Les locaux du CLAC de Koumra ont vibré ce vendredi au rythme d’un échange citoyen majeur : un forum communautaire entièrement dédié à la gouvernance foncière et à la transparence publique. Une initiative qui marque un tournant pour la province du Mandoul, où les questions foncières constituent un enjeu central de cohésion sociale.
Ce rendez-vous s’inscrit dans le cadre du projet Citoyenneté Active et Gouvernance Ouverte au Tchad (CAGOT), financé par l’Union européenne et mis en œuvre par l’Association des Artistes pour le Développement et l’Éducation aux Droits Humains, le Cadre de Concertation et d’Échange pour la Consolidation de la Paix ainsi que l’Association Cœur Blanc. Ensemble, ces organisations ont lancé un appel fort : rendre la gestion des terres plus inclusive, participative et alignée sur les principes du Partenariat pour un Gouvernement Ouvert (PGO).

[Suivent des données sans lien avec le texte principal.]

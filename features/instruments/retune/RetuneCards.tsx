import { View } from "react-native";
import { Card } from "@/features/ui/Card";
import { Heading } from "@/features/ui/Heading";
import { Text } from "@/features/ui/Text";
import { gaugeWords } from "@/shared/instruments/units";
import { glyphs } from "@/shared/music/pitch";
import type { RetuneRowsProps } from "./retuneRowsProps";
import { pullWords } from "./retuneWords";
import { ShiftStepper } from "./ShiftStepper";
import { VerdictLine } from "./VerdictLine";

/** The strings on the phone, a card each. */
export function RetuneCards({ plan, units, onChange }: RetuneRowsProps) {
  return (
    <View role="list" style={{ gap: 10 }}>
      {plan.changes.map((change, index) => (
        <View key={index} role="listitem" testID={`retune-string-${index}`}>
          <Card style={{ gap: 4, paddingVertical: 10 }}>
            {/* On the narrowest phones the stepper goes beneath: "E2 to F2" is read in one line. */}
            <View
              style={{
                flexDirection: "row",
                flexWrap: "wrap",
                justifyContent: "space-between",
                alignItems: "center",
                columnGap: 8,
              }}
            >
              <Heading level={3} size={16} style={{ flexShrink: 0 }}>
                {change.semitones === 0 ? glyphs(change.string) : `${glyphs(change.string)} to ${glyphs(change.to)}`}
              </Heading>
              <ShiftStepper
                name={`string ${index + 1}, ${glyphs(change.string)}`}
                value={change.semitones}
                onChange={(to) => onChange(index, to)}
                testID={`shift-${index}`}
              />
            </View>
            <Text variant="small">
              {change.beforeLb === null
                ? "Gauge not known: judged by semitones"
                : `${gaugeWords(change.gaugeIn!, units)}: ${pullWords(change.beforeLb, units)}${
                    change.semitones === 0 ? "" : ` to ${pullWords(change.afterLb, units)}`
                  }`}
            </Text>
            <VerdictLine change={change} />
          </Card>
        </View>
      ))}
    </View>
  );
}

Le forum a réuni trente-cinq participants représentant l’ensemble des composantes sociales du Mandoul : autorités locales, Organisations de la Société Civile, Organisations Communautaires de Base, services techniques, leaders traditionnels, femmes, jeunes et partenaires de développement.
Objectif : construire une plateforme d’échanges permettant d’identifier les défis actuels, de prévenir les conflits communautaires et de proposer des pistes réalistes pour une gouvernance foncière transparente.
Pour les organisateurs, il s’agit avant tout de « redonner la parole aux communautés et d’ancrer une culture de gestion ouverte des ressources ». Un enjeu crucial dans une région où le foncier, au cœur des dynamiques économiques et sociales, suscite régulièrement des tensions.
Au terme des discussions, les participants ont formulé plusieurs recommandations visant à renforcer la cohésion sociale, améliorer l’accès à l’information publique et encourager la participation citoyenne dans la prise de décision.
Ce forum constitue ainsi un pas significatif vers l’adhésion officielle du Mandoul au Partenariat pour un Gouvernement Ouvert, une démarche qui pourrait transformer durablement la manière dont les affaires publiques sont gérées localement.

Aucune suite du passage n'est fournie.